Ever since I bought the beautiful ikan terubok (chee khak/toli shad) that day, I had been looking forward to Friday, our no-meat day when we would cook that to enjoy.
It looked so fresh and fleshy too and I was quite sure it was going to be good but the boy told me there was no roe (egg) in it. It did not matter though as we are not really into those but somehow, I have the feeling that if there are eggs in the fish, it is more lemak (fat/rich).
My missus trimmed the tail and the fins…

…to get it ready to be panggang-ed (grilled/baked) in our Tatung pot. We decided not to line the foil with daun kunyit (turmeric leaves) this time around so we just rubbed it with a bit of salt and wrapped it up before putting it in the pot.
A Kelabit teacher-friend of mine saw my photograph on Facebook and commented that he never gutted the fish that he would cook over an open fire to eat. Yes, that is one thing my late mum taught us – to never clean the fish as it would not be so sweet and nice if we did that. She loved to eat the black stuff inside, something a bit bitter but I think that is an acquired taste. I tried it before and no, I did not think I would want to eat it again so everytime we cooked the fish, we would just throw it away.
It sure looked so good when it was done…

Just look at all the juices that had seeped out of the fish, an indication as to how lemak (fat/rich) it was. I love drowning my rice with the juices and eating them together! Omega 3 plus plus!!! Absolutely yummy!!!
To eat the fish, the scales had to be painstakingly removed…

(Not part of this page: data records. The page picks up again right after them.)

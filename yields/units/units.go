// Package units holds the physical constants ejecta uses, each with its
// published source, and the conversion between a host code's units and the
// internal system.
//
// Internal system. Physics inside ejecta is done in cgs: lengths in cm,
// masses in g, times in s, velocities in cm/s, energies in erg. Stellar
// population quantities in package yields are quoted per solar mass formed,
// with ages in Myr; conversions to cgs go through the constants here.
//
// Code units. A host states once how long, how heavy and how fast one of its
// code units is (CodeUnits); every column read from or written to the host is
// converted with the factors derived from those three numbers.
package units

import (
	"fmt"
	"math"
)

// Published constants in cgs.
const (
	// SpeedOfLight c in cm/s: exact by definition of the meter (SI, BIPM 2019).
	SpeedOfLight = 2.99792458e10
	// Gravitational constant G in cm^3 g^-1 s^-2 (CODATA 2018: 6.67430e-11 m^3 kg^-1 s^-2).
	Gravitational = 6.67430e-8
	// Boltzmann k_B in erg/K: exact in the 2019 SI (CODATA 2018: 1.380649e-23 J/K).
	Boltzmann = 1.380649e-16
	// ProtonMass m_p in g (CODATA 2018: 1.67262192369e-27 kg).
	ProtonMass = 1.67262192369e-24
	// SolarMass in g: nominal (GM)_sun of IAU 2015 Resolution B3, 1.3271244e26 cm^3 s^-2,
	// divided by the CODATA 2018 G; the result is 1.98841e33 g to the quoted digits.
	SolarMass = 1.3271244e26 / Gravitational
	// SolarLuminosity nominal L_sun in erg/s: IAU 2015 Resolution B3, exact by definition.
	SolarLuminosity = 3.828e33
	// Parsec in cm: IAU 2015 Resolution B2 defines 1 pc = 648000/pi au, with the au
	// exact at 149597870700 m (IAU 2012 Resolution B2).
	Parsec = 648000 / math.Pi * 1.495978707e13
	// Kilometer in cm (SI).
	Kilometer = 1e5
	// JulianYear in s: 365.25 days of 86400 s (IAU).
	JulianYear = 3.15576e7
	// Megayear is 1e6 Julian years in s.
	Megayear = 1e6 * JulianYear
	// Gigayear is 1e9 Julian years in s.
	Gigayear = 1e9 * JulianYear
	// SolarRadius nominal R_sun in cm: IAU 2015 Resolution B3 (6.957e8 m), exact by definition.
	SolarRadius = 6.957e10
	// Planck h in erg s: exact in the 2019 SI (CODATA 2018: 6.62607015e-34 J s).
	Planck = 6.62607015e-27
	// ElectronVolt in erg: exact in the 2019 SI (CODATA 2018: 1.602176634e-19 J).
	ElectronVolt = 1.602176634e-12
	// FOE is the canonical supernova energy, 1e51 erg (common practice in the trade:
	// "one foe", no single source).
	FOE = 1e51
)

// Derived conveniences.
const (
	// StefanBoltzmann σ = 2π⁵k⁴/(15h³c²) in erg cm^-2 s^-1 K^-4, exact in the
	// 2019 SI from h, k_B and c (CODATA 2018 quotes 5.670374419e-8 W m^-2 K^-4).
	StefanBoltzmann = 2 * math.Pi * math.Pi * math.Pi * math.Pi * math.Pi * Boltzmann * Boltzmann * Boltzmann * Boltzmann /
		(15 * Planck * Planck * Planck * SpeedOfLight * SpeedOfLight)
	// MsunKms is one solar mass moving at one km/s, in g cm/s: the unit in which
	// remnant momenta are quoted in the literature.
	MsunKms = SolarMass * Kilometer
)

// CodeUnits states a host code's units: how many cm, g and cm/s one code unit
// of length, mass and velocity is. The code unit of time is length/velocity,
// of energy mass*velocity^2, of density mass/length^3.
type CodeUnits struct {
	LengthCm     float64 // cm per code length unit
	MassG        float64 // g per code mass unit
	VelocityCmPS float64 // cm/s per code velocity unit
}

// CGS returns the identity unit system: code units are cgs.
func CGS() CodeUnits { return CodeUnits{LengthCm: 1, MassG: 1, VelocityCmPS: 1} }

// Astro returns a common galaxy-simulation system: kpc, 1e10 Msun and km/s
// (common practice in the trade).
func Astro() CodeUnits {
	return CodeUnits{LengthCm: 1e3 * Parsec, MassG: 1e10 * SolarMass, VelocityCmPS: Kilometer}
}

// ParsecSolarMassKms returns the system of star-cluster and interstellar
// medium simulations: parsec, solar mass and km/s (code time about 0.98
// Myr).
func ParsecSolarMassKms() CodeUnits {
	return CodeUnits{LengthCm: Parsec, MassG: SolarMass, VelocityCmPS: Kilometer}
}

// Validate reports an error unless the three factors are finite and positive.
func (u CodeUnits) Validate() error {
	for _, f := range []struct {
		name string
		v    float64
	}{{"length", u.LengthCm}, {"mass", u.MassG}, {"velocity", u.VelocityCmPS}} {
		if !(f.v > 0) || math.IsInf(f.v, 0) {
			return fmt.Errorf("units: code %s unit must be finite and positive, got %g", f.name, f.v)
		}
	}
	return nil
}

// TimeS is seconds per code time unit.
func (u CodeUnits) TimeS() float64 { return u.LengthCm / u.VelocityCmPS }

// EnergyErg is erg per code energy unit.
func (u CodeUnits) EnergyErg() float64 { return u.MassG * u.VelocityCmPS * u.VelocityCmPS }

// SpecificEnergy is erg/g per code specific energy unit (velocity squared).
func (u CodeUnits) SpecificEnergy() float64 { return u.VelocityCmPS * u.VelocityCmPS }

// DensityGCm3 is g/cm^3 per code density unit.
func (u CodeUnits) DensityGCm3() float64 {
	return u.MassG / (u.LengthCm * u.LengthCm * u.LengthCm)
}

// MomentumGCmPS is g cm/s per code momentum unit.
func (u CodeUnits) MomentumGCmPS() float64 { return u.MassG * u.VelocityCmPS }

…completely so we would not have deal with them all over the fish, here there and everywhere as that chore might affect our enjoyment to some extent.
A lot of people commented that they would not buy the fish because there are a lot of bones. Bones? What bones?

Of course, there are some BIG ones that are easily removed, not as many and not so hard to spot and get rid of as in the upriver empurau (wang poo liao) and its “cousins”. Those fish may be very sweet, so very smooth, so very fine…but the task of picking out the bones and getting rid of them is so time-consuming and it takes away much of the enjoyment of eating those super expensive fish! Another thing is if the fish have been caught and kept frozen for a long time, they will sell them to you at those ridiculous prices but sadly, they are no longer as sweet, not really nice anymore.
Anyway, back to the ikan terubok, I don’t know if those were from a different source – some say there are those from Bangladesh (cheap and used mainly to make those salted ikan terubok) but there used to be another variety where the top half of the fish was full of tiny bones like those in the ikan lumek. We would eat and leave that top part behind. Much to my delight, those that we get these days do not have those tiny bones so we can enjoy it from one end to the other.
Of course, at RM60.00 a kilo, RM48.00 for the one that I bought that day, I would not be buying it all that often. Once in a while will be fine especially with the rising prices of everything these days – one would need to be a bit prudent in one’s spending now, don’t you think?
That day, we had these long beans fried with sambal hay bee (dried prawns)…

…for our vegetable dish and this Chinese-style (oyster) mushroom and egg drop soup…

– my girl loved it! She said it was like sharks’ fins soup.